__Work to complete__
Please quote exactly the opening lines of the data, from the first line to the one where "memory; orders of" appears.

__Items listed in a dataset__
------------------------------------------------

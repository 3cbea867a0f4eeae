/**
 * The facing-dependent cooling design day of the hourly method: solar on every facade, window and
 * roof, hour by hour over solar hours 1–24; the peak hour of the total sensible load governs.
 * This is the hot path (it runs for every lot): keep it allocation-light; imported constants are
 * copied to locals because transpiled ES-module bindings are read through getters.
 */
import { atticAirTemperatureF, solAirTemperatureF } from "./attic";
import { ductLoad } from "./ducts";
import { ductRangeError } from "./duct-setup";
import { FACADES, type Facade } from "./input";
import type { PreparedPlan } from "./prepare-plan";
import {
  COOLING_LATENT_COMPONENTS,
  COOLING_SENSIBLE_COMPONENTS,
  type ComponentLoads,
  type CoolingLatentComponent,
  type CoolingResult,
  type CoolingSensibleComponent,
} from "./results";
import type { SurfaceProfile } from "./solar";
import { BTUH_FT2_PER_W_M2, BTUH_PER_TON, hours24 } from "./units";
import { DIFFUSE_SHGC_RATIO, overhangSunlitFraction, shgcAngleRatio } from "./windows";

const W_M2_TO_BTUH_FT2 = BTUH_FT2_PER_W_M2;
const DIFFUSE_RATIO = DIFFUSE_SHGC_RATIO;
const shgcRatio = shgcAngleRatio;
const sunlitFraction = overhangSunlitFraction;
const solAir = solAirTemperatureF;
const atticAir = atticAirTemperatureF;
const FACADE_LIST: readonly Facade[] = FACADES;
const SENSIBLE_KEYS: readonly CoolingSensibleComponent[] = COOLING_SENSIBLE_COMPONENTS;
const LATENT_KEYS: readonly CoolingLatentComponent[] = COOLING_LATENT_COMPONENTS;

/**
 * Time lag (h) and decrement of periodic conduction by mass class (from memory; orders of
 * magnitude of HoF ch. 18 conduction time series for wood-frame and 8 in block walls).
 */
const MASS_RESPONSE = {
  "light-frame": { lagH: 2, decrement: 0.85 },
  masonry: { lagH: 5, decrement: 0.5 },
} as const;
const VAULTED_RESPONSE = { lagH: 1, decrement: 0.9 };

export const FACADE_OFFSET_DEG: Record<Facade, number> = { front: 0, left: 90, back: 180, right: 270 };

const SCRATCH = {
  walls: new Float64Array(24),
  windows: new Float64Array(24),
  doors: new Float64Array(24),
  ceilings: new Float64Array(24),
  vaulted: new Float64Array(24),
  skylights: new Float64Array(24),
  ducts: new Float64Array(24),
  rooms: new Float64Array(24),
  total: new Float64Array(24),
  te: new Float64Array(24),
  roofIrr: new Float64Array(24),
  atticF: new Float64Array(24),
  windowsByFacade: [new Float64Array(24), new Float64Array(24), new Float64Array(24), new Float64Array(24)],
};
const SCRATCH_ROWS: Float64Array[] = [
  SCRATCH.walls,
  SCRATCH.windows,
  SCRATCH.doors,
  SCRATCH.ceilings,
  SCRATCH.vaulted,
  SCRATCH.skylights,
  SCRATCH.ducts,
  SCRATCH.rooms,
  SCRATCH.total,
  SCRATCH.te,
  SCRATCH.roofIrr,
  SCRATCH.atticF,
  ...SCRATCH.windowsByFacade,
];

export function hourlyCoolingDay(p: PreparedPlan, facingAzimuthDeg: number): CoolingResult {
  const site = p.site;
  const solar = site.solar;
  const tic = site.site.indoorCoolingF;
  const toArr = site.outdoorF;
  const env = p.envelope;
  const air = p.air;

  // Scratch rows reused across calls (the function is synchronous and never re-entered).
  const { walls, windows, doors, ceilings, vaulted, skylights, ducts, rooms, total, te, roofIrr, atticF } = SCRATCH;
  const windowsByFacade = SCRATCH.windowsByFacade;
  for (const row of SCRATCH_ROWS) row.fill(0);

  // Walls, doors, windows per facade.
  for (let fi = 0; fi < env.facades.length; fi++) {
    const fc = env.facades[fi];
    const response = MASS_RESPONSE[fc.wallMass];
    const profile: SurfaceProfile = solar.surface(facingAzimuthDeg + FACADE_OFFSET_DEG[fc.facade], 90);
    const totalWm2 = profile.totalWm2;
    let teMean = 0;
    for (let h = 0; h < 24; h++) {
      te[h] = solAir(toArr[h], p.plan.wallSolarAbsorptance, totalWm2[h] * W_M2_TO_BTUH_FT2, 90);
      teMean += te[h];
    }
    teMean /= 24;
    const byFacade = windowsByFacade[fi];
    const ws = fc.windows;
    for (let h = 0; h < 24; h++) {
      const lagged = te[(h - response.lagH + 24) % 24];
      walls[h] += fc.wallUaCool * (teMean - tic + response.decrement * (lagged - teMean));
      doors[h] += fc.doorUaCool * (te[h] - tic);
      if (ws.length === 0) continue;
      const beamBase = profile.beamWm2[h] * W_M2_TO_BTUH_FT2 * shgcRatio(profile.incidenceDeg[h]);
      const diffuse = profile.diffuseAndReflectedWm2[h] * W_M2_TO_BTUH_FT2 * DIFFUSE_RATIO;
      const tanOmega = profile.tanProfileAngle[h];
      let win = 0;
      for (let wi = 0; wi < ws.length; wi++) {
        const w = ws[wi];
        const sunlit = sunlitFraction(w.overhangDepthFt, w.overhangHeightAboveHeadFt, w.windowHeightFt, tanOmega);
        win += w.uaCool * (toArr[h] - tic) + w.areaFt2 * w.attenuation * w.shgc * (beamBase * sunlit + diffuse);
      }
      windows[h] += win;
      byFacade[h] += win;
    }
  }

  // Roof planes: a hip roof with one plane toward each facade (equal areas) — average irradiance.
  const at = env.attic;
  const hasAttic = at.kind !== "none";
  if (hasAttic || env.vaulted.uaCool > 0) {
    for (let k = 0; k < 4; k++) {
      const prof = solar.surface(facingAzimuthDeg + FACADE_OFFSET_DEG[FACADE_LIST[k]], env.roofTiltDeg);
      for (let h = 0; h < 24; h++) roofIrr[h] += prof.totalWm2[h] * W_M2_TO_BTUH_FT2 * 0.25;
    }
  }
  for (let h = 0; h < 24; h++) {
    if (!hasAttic) {
      atticF[h] = toArr[h];
      continue;
    }
    atticF[h] = atticAir({
      roofUA: at.roofUaCool,
      solAirF: solAir(toArr[h], at.absorptance, roofIrr[h], env.roofTiltDeg),
      ceilingUA: at.ceilingUaCool,
      roomF: tic,
      ventilationConductanceBtuhF: at.ventilationConductance,
      outdoorF: toArr[h],
    });
    ceilings[h] = at.ceilingUaCool * (atticF[h] - tic);
  }
  if (env.vaulted.uaCool > 0) {
    let mean = 0;
    for (let h = 0; h < 24; h++) {
      te[h] = solAir(toArr[h], env.vaulted.absorptance, roofIrr[h], env.roofTiltDeg);
      mean += te[h] / 24;
    }
    for (let h = 0; h < 24; h++) {
      const lagged = te[(h - VAULTED_RESPONSE.lagH + 24) % 24];
      vaulted[h] = env.vaulted.uaCool * (mean - tic + VAULTED_RESPONSE.decrement * (lagged - mean));
    }
  }
  const sk = env.skylight;
  if (sk.areaFt2 > 0) {
    const prof = solar.surface(facingAzimuthDeg + FACADE_OFFSET_DEG[sk.facade], sk.tiltDeg);
    for (let h = 0; h < 24; h++) {
      const beam = prof.beamWm2[h] * W_M2_TO_BTUH_FT2 * shgcRatio(prof.incidenceDeg[h]);
      const diffuse = prof.diffuseAndReflectedWm2[h] * W_M2_TO_BTUH_FT2 * DIFFUSE_RATIO;
      skylights[h] = sk.uaCool * (toArr[h] - tic) + sk.areaFt2 * sk.attenuation * sk.shgc * (beam + diffuse);
    }
  }

  // Ducts, hour by hour, on the room load (the system is taken as off in hours with no cooling need).
  const dz = p.ducts;
  const supplyDeltaF = p.plan.coolingSupplyDeltaF;
  const internal = p.internal.sensibleBtuh;
  let peak = 0;
  try {
  for (let h = 0; h < 24; h++) {
    rooms[h] =
      walls[h] + windows[h] + doors[h] + ceilings[h] + vaulted[h] + skylights[h] + env.floorsCool[h] +
      env.foundationWallsCool[h] + env.garageWallCool[h] + air.coolingInfiltrationSensibleBtuh[h] +
      air.coolingVentilationSensibleBtuh[h] + internal;
    if (rooms[h] > 0 && dz.factorCool !== null) {
      ducts[h] = dz.factorCool * rooms[h]; // HoF 2021 ch. 17 eq. 19 with the Table 6 cooling factor
    } else if (rooms[h] > 0 && dz.geometry.outsideEnvelope) {
      const zoneF = dz.zone === "attic" ? atticF[h] : dz.zone === "crawl" ? site.dailyMeanOutdoorF : dz.zone === "garage" ? env.garageCoolingF[h] : tic;
      const d = ductLoad(dz.geometry, rooms[h], "cooling", zoneF, tic, supplyDeltaF, site.sensibleFactor, 0);
      ducts[h] = d.sensibleBtuh * dz.lossFractionCool;
    }
    total[h] = rooms[h] + ducts[h];
    if (total[h] > total[peak]) peak = h;
  }
  } catch (error) {
    throw ductRangeError(error);
  }

  const sensibleByComponent: ComponentLoads<CoolingSensibleComponent> = {
    walls: walls[peak],
    windows: windows[peak],
    doors: doors[peak],
    ceilings: ceilings[peak],
    vaultedCeilings: vaulted[peak],
    skylights: skylights[peak],
    floors: env.floorsCool[peak],
    slab: 0,
    foundationWalls: env.foundationWallsCool[peak],
    garageWall: env.garageWallCool[peak],
    infiltration: air.coolingInfiltrationSensibleBtuh[peak],
    ventilation: air.coolingVentilationSensibleBtuh[peak],
    ducts: ducts[peak],
    internal,
  };
  let sensibleBtuh = 0;
  for (let k = 0; k < SENSIBLE_KEYS.length; k++) sensibleBtuh += sensibleByComponent[SENSIBLE_KEYS[k]];

  const infCfm = air.coolingInfiltrationCfm[peak];
  const unbalancedVentCfm =
    p.plan.ventilation.kind === "balanced"
      ? 0
      : Math.sqrt(infCfm * infCfm + air.ventilationProvidedCfm * air.ventilationProvidedCfm) - infCfm;
  const latentByComponent: ComponentLoads<CoolingLatentComponent> = {
    infiltration: site.latentFactor * infCfm * site.latentDeltaGr,
    ventilation: air.balancedVentilationLatentBtuh + site.latentFactor * unbalancedVentCfm * site.latentDeltaGr,
    internal: p.internal.latentBtuh,
    ducts: 0, // no published duct latent gain for these methods (HoF 2021 ch. 17 Table 6 is sensible only)
  };
  let latentBtuh = 0;
  for (let k = 0; k < LATENT_KEYS.length; k++) latentBtuh += latentByComponent[LATENT_KEYS[k]];
  const totalBtuh = sensibleBtuh + latentBtuh;
  const tons = totalBtuh / BTUH_PER_TON;
  const hourlySensibleBtuh = hours24();
  for (let h = 0; h < 24; h++) hourlySensibleBtuh[h] = total[h];
  return {
    sensibleBtuh,
    latentBtuh,
    totalBtuh,
    peakHour: peak + 1,
    sensibleByComponent,
    latentByComponent,
    windowsByFacadeBtuh: {
      front: windowsByFacade[0][peak],
      left: windowsByFacade[1][peak],
      back: windowsByFacade[2][peak],
      right: windowsByFacade[3][peak],
    },
    hourlySensibleBtuh,
    hourlyOutdoorF: toArr.slice(),
    outdoorF: toArr[peak],
    indoorF: tic,
    atticF: hasAttic ? atticF[peak] : null,
    infiltrationCfm: infCfm,
    outdoorHumidityRatioGr: site.outdoorHumidityRatioGr,
    indoorHumidityRatioGr: site.indoorHumidityRatioGr,
    sensibleHeatRatio: totalBtuh > 0 ? sensibleBtuh / totalBtuh : 1,
    airflowCfm: sensibleBtuh / (site.sensibleFactor * supplyDeltaF),
    tons,
    floorAreaPerTonFt2: tons > 0 ? p.plan.conditionedFloorAreaFt2 / tons : Number.POSITIVE_INFINITY,
  };
}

------------------------------------------------

__Answer to the problem__
repository 3cbea867a0f4eeae
/**
 * The facing-dependent cooling design day of the hourly method: solar on every facade, window and
 * roof, hour by hour over solar hours 1–24; the peak hour of the total sensible load governs.
 * This is the hot path (it runs for every lot): keep it allocation-light; imported constants are
 * copied to locals because transpiled ES-module bindings are read through getters.
 */
import { atticAirTemperatureF, solAirTemperatureF } from "./attic";
import { ductLoad } from "./ducts";
import { ductRangeError } from "./duct-setup";
import { FACADES, type Facade } from "./input";
import type { PreparedPlan } from "./prepare-plan";
import {
  COOLING_LATENT_COMPONENTS,
  COOLING_SENSIBLE_COMPONENTS,
  type ComponentLoads,
  type CoolingLatentComponent,
  type CoolingResult,
  type CoolingSensibleComponent,
} from "./results";
import type { SurfaceProfile } from "./solar";
import { BTUH_FT2_PER_W_M2, BTUH_PER_TON, hours24 } from "./units";
import { DIFFUSE_SHGC_RATIO, overhangSunlitFraction, shgcAngleRatio } from "./windows";

const W_M2_TO_BTUH_FT2 = BTUH_FT2_PER_W_M2;
const DIFFUSE_RATIO = DIFFUSE_SHGC_RATIO;
const shgcRatio = shgcAngleRatio;
const sunlitFraction = overhangSunlitFraction;
const solAir = solAirTemperatureF;
const atticAir = atticAirTemperatureF;
const FACADE_LIST: readonly Facade[] = FACADES;
const SENSIBLE_KEYS: readonly CoolingSensibleComponent[] = COOLING_SENSIBLE_COMPONENTS;
const LATENT_KEYS: readonly CoolingLatentComponent[] = COOLING_LATENT_COMPONENTS;

/**
 * Time lag (h) and decrement of periodic conduction by mass class (from memory; orders of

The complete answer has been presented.